> [Exercise requirements] Search the records for the string "points", and show each line where it appears.

> [The input]
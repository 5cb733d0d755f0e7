"""A 72 m offshore service vessel, 450 V 60 Hz: three main sets on a split switchboard, an emergency set.

Station keeping runs with the bus-tie open: two islands, each with its own thruster.

Loss of DG1 then blacks out the port island: that is the redundancy concept, and is reported as it is.

Five faults are planted, and should be found; everything else is meant to be sound:

1. Cargo: the load in this mode is beyond the two sets on line (about 110 %), and stays beyond what is left
   with the largest set lost when the standby set has come in, unless cargo pumps are tripped.
2. Manoeuvring: the no-load voltage of DG2 is trimmed to 104.2 % (Set-points) against 102 % at DG1, so the
   kvar sharing is far outside its tolerance.
3. C-ACC-2: the feeder of the second accommodation panel is far too thin: its breaker is set above what the
   cable carries, and the load alone is beyond the rating.
4. Q-CARGO: its short-time setting of five times the feeder's 800 A is above what one set holds up, so that
   the set's breaker opens first; with two sets in parallel it is graded.
5. Windlass tried in harbour (Events): started direct on the one set of the mode it takes the voltage far
   down; with one set more it does not.
"""

from __future__ import annotations

from typing import Any

from tests.demos.consumers import read_loads
from tests.demos.equipment import SHORE_HEADINGS, feeder, genset, protect_sets, transformer
from tests.demos.rows import Book, Tables
from tests.demos.service_loads import (
    ACCOMMODATION,
    CARGO,
    EMERGENCY,
    ENGINE_ROOM,
    THRUSTERS_AND_DECK,
)

MODES = ("At sea", "Manoeuvring", "Station keeping", "Cargo", "Harbour", "Shore", "Emergency")
PORT_GROUP: dict[str, object] = {"Redundancy group": "Port"}
STBD_GROUP: dict[str, object] = {"Redundancy group": "Starboard"}


def tables() -> Tables:
    """Return every sheet of the service vessel's workbook."""
    book = Book(hz=60, modes=MODES, consumer_volts={450: 440})
    _project(book)
    _sources(book)
    _distribution(book)
    for consumers in (THRUSTERS_AND_DECK, CARGO, ENGINE_ROOM, ACCOMMODATION, EMERGENCY):
        read_loads(book, consumers)
    _makers_data(book)
    _operation(book)
    _events(book)
    _protection(book)
    return book.finish()


def _project(book: Book) -> None:
    book.add(
        "Project",
        "Item|Value|Note",
        ("Vessel", "Demonstration service vessel", "Invented; no real vessel"),
        ("Hull number", "D-202"),
        ("Document number", "D-202-E-010"),
        ("Revision", "B"),
        ("Date", "2025-04-02"),
        ("Prepared by", "Electrical department"),
        ("Checked by", "Design office"),
        ("Approved by", "Technical manager"),
        ("Rated frequency", 60, "Hz"),
        ("Classification rules and edition", "IACS unified requirements, as amended 2023"),
        ("Ambient temperature", 45, "°C, outside air 35 °C"),
        ("Engine-room temperature", 45, "°C"),
    )
    book.add(
        "Acceptance",
        "Quantity|Limit|Unit|Basis",
        ("Close margin", 5, "%", "Design office practice"),
        ("Voltage reference", "rated voltage of consumer", None, "Consumers are rated 440 V"),
        ("Intermittent diversity", 2.5, "-", "Owner's specification"),
        ("One-set margin", 10, "%", "Running sets stay below 90 %"),
        ("Emergency duration", 18, "h", "SOLAS II-1/43, cargo ship"),
    )


def _sources(book: Book) -> None:
    book.boards(
        # name, V, role, busbar A, Ipk kA, Icw kA, s, earthing, group | Icu fitted kA, ambient
        ("MSB-P", 450, "main", 2500, 105, 50, 1, "insulated", "Port", 50, 45),
        ("MSB-S", 450, "main", 2500, 105, 50, 1, "insulated", "Starboard", 50, 45),
        ("ESB", 450, "emergency", 630, 63, 30, 1, "insulated", None, 36, 40),
        ("ER-P", 450, "distribution", 400, 52, 25, 1, "insulated", "Port", 36, 45),
        ("ER-S", 450, "distribution", 400, 52, 25, 1, "insulated", "Starboard", 36, 45),
        ("DECK", 450, "distribution", 400, 52, 25, 1, "insulated", "Starboard", 36, 45),
        ("CARGO", 450, "distribution", 1000, 63, 30, 1, "insulated", "Port", 36, 45),
        ("HVAC", 450, "distribution", 630, 52, 25, 1, "insulated", "Starboard", 36, 40),
        ("GALLEY", 450, "distribution", 250, 40, 20, 1, "insulated", "Port", 25, 40),
        ("LDB-P", 230, "distribution", 400, 20, 10, 1, "insulated", "Port", 15, 40),
        ("LDB-S", 230, "distribution", 400, 20, 10, 1, "insulated", "Starboard", 15, 40),
        ("ELDB", 230, "distribution", 250, 17, 8, 1, "insulated", None, 10, 40),
        ("ACC-1", 230, "distribution", 160, 17, 8, 1, "insulated", "Port", 10, 40),
        ("ACC-2", 230, "distribution", 160, 17, 8, 1, "insulated", "Starboard", 10, 40),
        ("ER-LT", 230, "distribution", 100, 17, 8, 1, "insulated", None, 10, 45),
        ("NAV", 230, "distribution", 100, 17, 8, 1, "insulated", None, 10, 40),
    )
    large = {"Alternator efficiency [%]": 95.0, "Largest engine load step [%]": 45}
    genset(
        book,
        ("DG1", "MSB-P"),
        (800, 690),
        ("LV 800", "auxiliary winding"),
        22,
        also=large | PORT_GROUP,
        inst_x=17,
    )
    genset(
        book,
        ("DG2", "MSB-S"),
        (800, 690),
        ("LV 800", "auxiliary winding"),
        26,
        also=large | STBD_GROUP,
        inst_x=17,
    )
    small = {"Alternator efficiency [%]": 94.5, "Largest engine load step [%]": 50}
    genset(
        book, ("DG3", "MSB-S"), (500, 430), ("LV 500", "compounded"), 20, also=small | STBD_GROUP, inst_x=18
    )
    emergency = {
        "Service": "emergency",
        "Alternator efficiency [%]": 93.5,
        "Largest engine load step [%]": 70,
        "Start delay [s]": 15,
        "Starts at island load [%]": None,
    }
    genset(book, ("EDG", "ESB"), (250, 220), ("LV 150", "permanent magnet"), 8, also=emergency)
    book.add("Shore supplies", SHORE_HEADINGS, ("Shore", "MSB-S", 455, 60, 600, 20, 14, 0.5))
    book.cable("C-Shore", ("Shore", "MSB-S"), 630, 35, board="MSB-S", cores="3 single")
    book.breaker(
        "Q-Shore", "C-Shore", "MSB-S", 630, icw_ka=40, ir=600, tr=10, tr_at=2, isd=2400, tsd=0.4, ii="off"
    )
    book.add(
        "Ties",
        "Tie|Board A|Board B|Rated current [A]|Reactance [ohm]|Resistance [ohm]",
        ("BT-MSB", "MSB-P", "MSB-S", 2000),
        ("BT-LDB", "LDB-P", "LDB-S", 400),
    )
    tie: dict[str, Any] = {"tr": 12, "tr_at": 1.5, "tsd": 0.3, "ii": "off"}
    book.breaker("Q-BT-MSB", "BT-MSB", "MSB-P", 2000, icw_ka=50, ir=1000, isd=1500, **tie)
    book.breaker("Q-BT-LDB", "BT-LDB", "LDB-P", 400, icw_ka=8, ir=300, isd=1200, **tie)


def _distribution(book: Book) -> None:
    feeder(book, ("MSB-S", "ESB"), 320, 48, short=(5, 0.2), switch_at_end=True)
    feeder(book, ("MSB-P", "ER-P"), 225, 24)
    feeder(book, ("MSB-S", "ER-S"), 225, 28)
    feeder(book, ("MSB-S", "DECK"), 260, 46)
    feeder(book, ("MSB-P", "CARGO"), 800, 32, short=(5, 0.2))
    feeder(book, ("MSB-S", "HVAC"), 330, 38)
    feeder(book, ("MSB-P", "GALLEY"), 130, 42, least_mm2=70)
    for name, board, to in (("T-LV1", "MSB-P", "LDB-P"), ("T-LV2", "MSB-S", "LDB-S")):
        transformer(
            book,
            name,
            (board, to),
            120,
            (4.0, 1.75, 0.42),
            lengths_m=(16, 10),
            primary=(8, 0.2),
            secondary=(4.5, 0.12),
            also={"Vector group": "Dd0"},
        )
    for name in ("T-EM1", "T-EM2"):
        transformer(
            book,
            name,
            ("ESB", "ELDB"),
            50,
            (3.8, 0.95, 0.24),
            lengths_m=(8, 6),
            primary=(8, 0.12),
            secondary=(4.5, 0.12),
        )
    feeder(book, ("LDB-P", "ACC-1"), 110, 34, short=(5, 0.05))
    # planted: 10 mm2 where the setting of 110 A asks for 35 mm2
    book.cable(
        "C-ACC-2", ("LDB-S", "ACC-2"), 110, 30, board="LDB-S", max_drop_percent=1.5, section_mm2=10, bunched=8
    )
    book.breaker(
        "Q-ACC-2", "C-ACC-2", "LDB-S", 160, icw_ka=8, ir=110, tr=10, tr_at=2, isd=550, tsd=0.05, ii="off"
    )
    feeder(book, ("LDB-P", "ER-LT"), 70, 30, short=(5, 0.05))
    feeder(book, ("ELDB", "NAV"), 63, 26, short=(5, 0.05))


def _makers_data(book: Book) -> None:
    """Replace what a data sheet settles: short-time cables, measured cable data, breaker tests."""
    short: dict[str, object] = {"Duty": "30 min", "Overall diameter [mm]": 32}
    book.amend("Cables", short, "C-Anchor windlass")
    intermittent: dict[str, object] = {"Duty": "intermittent", "Overall diameter [mm]": 34}
    book.amend("Cables", intermittent, "C-Deck crane pump 1", "C-Deck crane pump 2")
    book.amend("Cables", {"Further derating": 0.95}, "C-ER-P", "C-ER-S")
    measured: dict[str, object] = {"Resistance [ohm/km]": 0.0601, "Reactance [ohm/km]": 0.098}
    book.amend("Cables", measured, "C-DG1", "C-DG2")
    book.amend("Cables", {"Current rating [A]": 340}, "C-Shore")
    book.amend("Devices", {"Test power factor": 0.25}, "Q-DG1", "Q-DG2", "Q-DG3", "Q-BT-MSB")
    book.amend("Devices", {"Long-time law": "I4t"}, "Q-Shore")
    book.amend("Devices", {"Short-time law": "I2t"}, "Q-GALLEY")


def _operation(book: Book) -> None:
    book.add(
        "Modes",
        "Mode|Description|Kind|Sets that may run together in change-over",
        ("At sea", "Transit, one large set, the other stands by", "sea", "DG1, DG2"),
        ("Manoeuvring", "Approach with both thrusters, bus-tie closed", "manoeuvring"),
        ("Station keeping", "Positioning beside a structure, bus-tie open, two islands", "station keeping"),
        ("Cargo", "Discharge of mud, fuel and bulk", "cargo"),
        ("Harbour", "Alongside on the small set", "harbour", "DG3, DG1"),
        ("Shore", "Laid up on the shore connection", "shore"),
        ("Emergency", "Main switchboard dead, emergency set on its board", "emergency"),
    )
    book.running(
        {
            "DG1": "on on on on standby off off",
            "DG2": "standby on on standby off off off",
            "DG3": "off standby on on on off off",
            "EDG": "standby standby standby standby standby standby on",
            "Shore": "off off off off off on off",
            "BT-MSB": "on on off on on on off",
            "BT-LDB": "off off off off off off off",
            "C-ESB": "on on on on on on off",
            "T-LV1": "on on on on on on off",
            "T-LV2": "on on on on on on off",
            "T-EM1": "on on on on on on on",
            "T-EM2": "standby standby standby standby standby standby standby",
        }
    )
    book.add(
        "Set-points",
        "Equipment|Mode|No-load voltage [%]|No-load frequency [%]|Set power [kW]|Regulator mode|Tap [%]",
        # planted: 2.2 % above its neighbour
        ("DG2", "Manoeuvring", 104.2, 102.0),
        ("DG3", "Harbour", 101.5, 102.0),
        ("T-LV1", "Shore", None, None, None, None, -2.5),
    )
    book.add(
        "Simultaneity",
        "Service|Mode|Duty|Simultaneity factor [%]",
        ("Deck", "Cargo", "intermittent", 50),
        ("Deck", "Manoeuvring", "intermittent", 60),
        ("Lighting", "Harbour", "continuous", 90),
        ("Galley", "At sea", "continuous", 80),
        ("Safety", "Emergency", "intermittent", 100),
    )
    book.add(
        "Interlocks",
        "Interlock|Equipment A|Equipment B|Kind",
        ("Shore against DG1", "Shore", "DG1", "never both closed"),
        ("Shore against DG2", "Shore", "DG2", "never both closed"),
        ("Shore against DG3", "Shore", "DG3", "never both closed"),
        ("Interconnector against EDG", "C-ESB", "EDG", "never both closed"),
        ("Emergency transformers", "T-EM1", "T-EM2", "both only in change-over"),
        ("230 V tie against T-LV1", "BT-LDB", "T-LV1", "both only in change-over"),
    )
    book.add(
        "Transfers",
        "Board or load|Normal supply|Other supply|Automatic|Transfer at [% U]|Delay [s]",
        ("ESB", "MSB-S", "EDG", "yes", 70, 15),
        ("ELDB", "T-EM1", "T-EM2", "no"),
        ("Steering gear 1", "MSB-P", "ESB", "yes", 70, 5),
    )


def _events(book: Book) -> None:
    book.add(
        "Events",
        "Case|Mode|Kind|Equipment|Size|Unit|At [s]|Duration [s]",
        ("Fire pump start at sea", "At sea", "motor start", "Fire pump 1", 1, "units", 0.5),
        ("Bulk compressor start", "Cargo", "motor start", "Bulk air compressor 1", 1, "units", 0.5),
        ("Emergency fire pump start", "Emergency", "motor start", "Emergency fire pump", 1, "units", 0.5),
        ("Crane start in harbour", "Harbour", "motor start", "Deck crane pump 1", 1, "units", 0.5),
        ("Windlass tried in harbour", "Harbour", "motor start", "Anchor windlass", 1, "units", 0.5),
        ("Mud pumps one after the other", "Cargo", "motor start", "Mud pump 1", 1, "units", 0.5),
        ("Mud pumps one after the other", "Cargo", "motor start", "Mud pump 2", 1, "units", 8),
        ("Load step on one set", "At sea", "load step", "MSB-P", 120, "kW", 0.5),
        ("DG2 trips while manoeuvring", "Manoeuvring", "set trip", "DG2", None, None, 0.5),
        ("DG2 trips while manoeuvring", "Manoeuvring", "load step", "Bow thruster", -130, "kW", 0.8),
        ("DG1 throws off its load", "At sea", "load rejection", "DG1", 100, "%", 0.5),
        ("DG1 voltage raised", "At sea", "set-point step", "DG1", 104, "% no-load voltage", 0.5),
        ("DG3 droop changed", "Cargo", "droop changed", "DG3", 6, "% voltage droop", 0.5),
        ("Field of DG2 lost", "Manoeuvring", "field loss", "DG2", None, None, 0.5),
        ("Fault on crane panel", "Cargo", "fault", "DECK", None, None, 0.5, 0.05),
        ("DG2 droop 8 %", "Manoeuvring", "maladjustment", "DG2", 8, "% voltage droop", 0),
        ("DG2 voltage 103.5 %", "Manoeuvring", "maladjustment", "DG2", 103.5, "% no-load voltage", 0),
        ("DG2 frequency 103 %", "Manoeuvring", "maladjustment", "DG2", 103, "% no-load frequency", 0),
        ("DG3 speed droop 5 %", "Cargo", "maladjustment", "DG3", 5, "% speed droop", 0),
        ("DG3 droop 2 %", "Cargo", "maladjustment", "DG3", 2, "% voltage droop", 0),
    )


def _protection(book: Book) -> None:
    protect_sets(book, ("DG1", "DG2", "DG3"))
    protect_sets(book, ("EDG",), preferential=False)
    book.add(
        "Protection functions",
        "Function|Equipment|Kind|Pick-up|Unit|Delay [s]|Trips",
        ("DG1 loss of excitation", "DG1", "loss of excitation", 40, "%", 3, "Q-DG1"),
        ("DG2 loss of excitation", "DG2", "loss of excitation", 40, "%", 3, "Q-DG2"),
        ("ESB undervoltage", "ESB", "undervoltage", 70, "%", 3, "Q-ESB-E"),
    )
    book.add(
        "Setting ranges",
        "Device|Setting|Min|Max|Step",
        *[(f"Q-{name}", "Long-time current", 500, 1250, 1) for name in ("DG1", "DG2")],
        *[(f"Q-{name}", "Short-time current", 1000, 10000, 50) for name in ("DG1", "DG2", "DG3", "BT-MSB")],
        *[(f"Q-{name}", "Short-time delay", 0.1, 0.5, 0.1) for name in ("DG1", "DG2", "DG3", "BT-MSB")],
        ("Q-CARGO", "Short-time current", 1600, 8000, 100),
        ("Q-CARGO", "Short-time delay", 0.1, 0.4, 0.1),
        ("Q-ESB", "Short-time delay", 0.1, 0.4, 0.1),
    )
    book.add(
        "Maker discrimination",
        "Upstream device|Downstream device|Discrimination up to [kA]|Reference",
        ("Q-ER-P", "Q-Main sea-water pump 1", 36, "Invented data sheet, table 3"),
        ("Q-ER-S", "Q-Main sea-water pump 2", 36, "Invented data sheet, table 3"),
        ("Q-CARGO", "Q-Mud pump 1", 36, "Invented data sheet, table 4"),
        ("Q-ACC-1", "Q-Cabin lighting 1", 6, "Invented data sheet, table 1"),
    )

> [Result]
2. Manoeuvring: the no-load voltage of DG2 is trimmed to 104.2 % (Set-points) against 102 % at DG1, so the
        "Set-points",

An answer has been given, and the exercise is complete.